Member of the Gilgit-Baltistan Assembly
- In office 23 September 2021 – 24 November 2025
- Preceded by: Amjad Hussain
- Succeeded by: Muhammad Ali Akhtar
- Constituency: GBA-4 Nagar-I

Personal details
- Party: Islami Tehreek Pakistan

= Ayub Waziri =

Pakistani politician from Gilgit-Baltistan

Muhammad Ayub Waziri is a Pakistani politician who served as a member of the Gilgit-Baltistan Assembly from September 2021 to November 2025.

== Political career ==
Waziri contested the 2020 Gilgit-Baltistan Assembly election from GBA-4 Nagar-I as a candidate of Islami Tehreek Pakistan (ITP), but was unsuccessful. He received 4,291 votes and was defeated by Amjad Hussain, a candidate of the Pakistan People's Party (PPP), who received 4,716 votes.

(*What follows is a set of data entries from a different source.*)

//! Reads plain-text formulas.

use super::Node;

/// Brackets may stand so deep.
const DEPTH: usize = 40;

#[derive(Clone, Debug, PartialEq)]
enum Token {
    Number(String),
    Name(String),
    Sign(&'static str),
}

/// Signs of two or more characters first.
const SIGNS: [(&str, &str); 27] = [
    ("...", "…"),
    ("..", "…"),
    ("<=", "≤"),
    (">=", "≥"),
    ("->", "→"),
    ("±", "±"),
    ("+/-", "±"),
    ("≤", "≤"),
    ("≥", "≥"),
    ("≈", "≈"),
    ("~", "≈"),
    ("=", "="),
    ("<", "<"),
    (">", ">"),
    ("+", "+"),
    ("-", "−"),
    ("−", "−"),
    ("*", "*"),
    ("·", "*"),
    ("×", "*"),
    ("/", "/"),
    ("^", "^"),
    ("(", "("),
    (")", ")"),
    ("[", "["),
    ("]", "]"),
    ("|", "|"),
];
const MORE_SIGNS: [(&str, &str); 8] = [
    ("{", "{"),
    ("}", "}"),
    (",", ","),
    (";", ";"),
    (":", ":"),
    ("²", "²"),
    ("³", "³"),
    ("%", "%"),
];

const RELATIONS: [&str; 8] = ["=", "≤", "≥", "<", ">", "≈", "→", "…"];
const BREAKS: [&str; 3] = [",", ";", ":"];
const JOINTS: [&str; 12] = [
    "for",
    "if",
    "where",
    "else",
    "and",
    "with",
    "in",
    "at",
    "or",
    "otherwise",
    "from",
    "to",
];
const FUNCTIONS: [&str; 20] = [
    "lg", "ln", "log", "log10", "exp", "sqrt", "sin", "cos", "tan", "asin", "acos", "atan",
    "arcsin", "arccos", "arctan", "min", "max", "abs", "tanh", "inv",
];

pub(super) fn formula(text: &str) -> Option<Node> {
    let tokens = tokens(text)?;
    let mut reader = Reader {
        tokens,
        at: 0,
        depth: 0,
    };
    let node = reader.clauses()?;
    (reader.at == reader.tokens.len()).then_some(node)
}

fn tokens(text: &str) -> Option<Vec<Token>> {
    let mut out = Vec::new();
    let mut rest = text.trim_start();
    if rest.is_empty() {
        return None;
    }
    while let Some(first) = rest.chars().next() {
        let taken = if first.is_ascii_digit()
            || (first == '.' && rest[1..].starts_with(|c: char| c.is_ascii_digit()))
        {
            number(rest)
        } else if first.is_alphabetic() {
            name(rest)
        } else {
            let sign = SIGNS
                .iter()
                .chain(&MORE_SIGNS)
                .find(|(raw, _)| rest.starts_with(raw))?;
            out.push(Token::Sign(sign.1));
            rest = rest[sign.0.len()..].trim_start();
            continue;
        };
        let word = &rest[..taken];
        out.push(if first.is_alphabetic() {
            Token::Name(word.into())
        } else {
            Token::Number(word.into())
        });
        rest = rest[taken..].trim_start();
    }
    Some(out)
}

/// Length of the number at the start: digits, a point, an exponent.
fn number(text: &str) -> usize {
    let bytes = text.as_bytes();
    let digits = |from: usize| {
        bytes[from..]
            .iter()
            .take_while(|b| b.is_ascii_digit())
            .count()
    };
    let mut len = digits(0);
    if bytes.get(len) == Some(&b'.') && bytes.get(len + 1).is_some_and(u8::is_ascii_digit) {
        len += 1 + digits(len + 1);
    }
    if matches!(bytes.get(len), Some(b'e' | b'E')) {
        let sign = usize::from(matches!(bytes.get(len + 1), Some(b'-' | b'+')));
        let power = bytes
            .get(len + 1 + sign)
            .map_or(0, |_| digits(len + 1 + sign));
        if power > 0 {
            len += 1 + sign + power;
        }
    }
    len
}

/// Length of the name at the start: letters, digits, `_`, primes.
fn name(text: &str) -> usize {
    text.char_indices()
        .find(|(_, c)| {
            !(c.is_alphanumeric() && !matches!(c, '²' | '³') || matches!(c, '_' | '\'' | '′'))
        })
        .map_or(text.len(), |(i, _)| i)
}

struct Reader {
    tokens: Vec<Token>,
    at: usize,
    depth: usize,
}

impl Reader {
    fn peek(&self) -> Option<&Token> {
        self.tokens.get(self.at)
    }

    fn take(&mut self, sign: &str) -> bool {
        let found = matches!(self.peek(), Some(Token::Sign(s)) if *s == sign);
        self.at += usize::from(found);
        found
    }

    fn take_any(&mut self, signs: &[&'static str]) -> Option<&'static str> {
        let found = match self.peek() {
            Some(Token::Sign(s)) => signs.iter().find(|wanted| *wanted == s).copied(),
            _ => None,
        };
        self.at += usize::from(found.is_some());
        found
    }

    /// Formulas parted by commas and joining words.
    fn clauses(&mut self) -> Option<Node> {
        let mut parts = Vec::new();
        loop {
            while let Some(words) = self.words() {
                parts.push(words);
            }
            if self.peek().is_some() {
                parts.push(self.relation()?);
            }
            if let Some(mark) = self.take_any(&BREAKS) {
                parts.push(Node::Sign(mark));
            } else if self.peek().is_none() {
                break;
            } else if !self.at_words() {
                return None;
            }
        }
        (!parts.is_empty()).then(|| one(parts))
    }

    fn at_words(&self) -> bool {
        matches!(self.peek(), Some(Token::Name(n)) if JOINTS.contains(&n.as_str()))
    }

    fn words(&mut self) -> Option<Node> {
        if !self.at_words() {
            return None;
        }
        let Some(Token::Name(word)) = self.peek().cloned() else {
            return None;
        };
        self.at += 1;
        Some(Node::Words(word))
    }

    /// Sides with signs of relation between them.
    fn relation(&mut self) -> Option<Node> {
        let mut parts = vec![self.sum()?];
        while let Some(sign) = self.take_any(&RELATIONS) {
            parts.push(Node::Sign(sign));
            parts.push(self.sum()?);
        }
        Some(one(parts))
    }

    fn sum(&mut self) -> Option<Node> {
        let mut parts = Vec::new();
        if let Some(sign) = self.take_any(&["+", "−", "±"]) {
            parts.push(Node::Sign(sign));
        }
        parts.push(self.product()?);
        while let Some(sign) = self.take_any(&["+", "−", "±"]) {
            parts.push(Node::Sign(sign));
            parts.push(self.product()?);
        }
        Some(one(parts))
    }

    /// Factors side by side; a fraction stroke takes all before it and the one factor after.
    fn product(&mut self) -> Option<Node> {
        let mut factors = vec![self.power()?];
        loop {
            if self.take("*") {
                factors.push(self.power()?);
            } else if self.take("/") {
                let below = unwrapped(self.power()?);
                let above = unwrapped(factor(factors));
                factors = vec![Node::Fraction(Box::new(above), Box::new(below))];
            } else if self.starts_factor() {
                factors.push(self.power()?);
            } else {
                return Some(factor(factors));
            }
        }
    }

    fn starts_factor(&self) -> bool {
        match self.peek() {
            Some(Token::Number(_)) => true,
            Some(Token::Name(n)) => !JOINTS.contains(&n.as_str()),
            Some(Token::Sign(s)) => ["(", "[", "{"].contains(s),
            None => false,
        }
    }

    fn power(&mut self) -> Option<Node> {
        let base = self.atom()?;
        if let Some(sign) = self.take_any(&["²", "³"]) {
            let exponent = Node::Number(if sign == "²" { "2" } else { "3" }.into());
            return Some(Node::Power(Box::new(base), Box::new(exponent)));
        }
        if self.take("%") {
            return Some(Node::Row(vec![base, Node::Sign("%")]));
        }
        if !self.take("^") {
            return Some(base);
        }
        let minus = self.take("−");
        let exponent = unwrapped(self.deeper(Self::power)?);
        let exponent = if minus {
            Node::Row(vec![Node::Sign("−"), exponent])
        } else {
            exponent
        };
        Some(Node::Power(Box::new(base), Box::new(exponent)))
    }

    fn deeper(&mut self, read: fn(&mut Self) -> Option<Node>) -> Option<Node> {
        if self.depth == DEPTH {
            return None;
        }
        self.depth += 1;
        let node = read(self);
        self.depth -= 1;
        node
    }

    fn atom(&mut self) -> Option<Node> {
        match self.peek()?.clone() {
            Token::Number(n) => {
                self.at += 1;
                Some(Node::Number(n))
            }
            Token::Name(n) => {
                self.at += 1;
                self.named(n)
            }
            Token::Sign(_) => self.bracketed(),
        }
    }

    fn named(&mut self, name: String) -> Option<Node> {
        let bracket = matches!(self.peek(), Some(Token::Sign("(" | "[" | "{")));
        if !FUNCTIONS.contains(&name.as_str()) || !(bracket || self.starts_factor()) {
            return Some(Node::Symbol(name));
        }
        // `lg lg(x)` and `lg T`: the one factor after belongs to the function, and its power too
        let argument = self.deeper(Self::power)?;
        if name == "sqrt" {
            return Some(Node::Root(Box::new(unwrapped(argument))));
        }
        Some(Node::Function(name, Box::new(argument)))
    }

    fn bracketed(&mut self) -> Option<Node> {
        for (open, close) in [("(", ")"), ("[", "]"), ("{", "}"), ("|", "|")] {
            if self.take(open) {
                let inside = self.deeper(Self::arguments)?;
                return self
                    .take(close)
                    .then(|| Node::Group(open, Box::new(inside), close));
            }
        }
        None
    }

    fn arguments(&mut self) -> Option<Node> {
        let mut parts = vec![self.relation()?];
        while let Some(mark) = self.take_any(&BREAKS) {
            parts.push(Node::Sign(mark));
            parts.push(self.relation()?);
        }
        Some(one(parts))
    }
}

fn one(mut parts: Vec<Node>) -> Node {
    if parts.len() == 1 {
        parts.remove(0)
    } else {
        Node::Row(parts)
    }
}

fn factor(mut factors: Vec<Node>) -> Node {
    if factors.len() == 1 {
        factors.remove(0)
    } else {
        Node::Product(factors)
    }
}

/// What a round bracket holds, where a fraction, root or exponent already keeps it together.
fn unwrapped(node: Node) -> Node {
    match node {
        Node::Group("(", inside, _) => *inside,
        other => other,
    }
}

Hussain also contested and won GBA-1 Gilgit-I in the same election and opted to retain that seat, vacating GBA-4 Nagar-I and triggering a by-election. Waziri was elected to the seat as the ITP candidate in that 2021 by-election, receiving 5,341 votes and defeating Agha Zulfiqar Ali of the Pakistan Tehreek-e-Insaf (PTI). He was sworn in as a member of the Assembly on 23 September 2021.

Waziri contested the 2026 Gilgit Baltistan Assembly election from GBA-4 Nagar-I as the ITP candidate, receiving 6,597 votes. He was defeated by Muhammad Ali Akhtar of the PPP, who received 7,654 votes.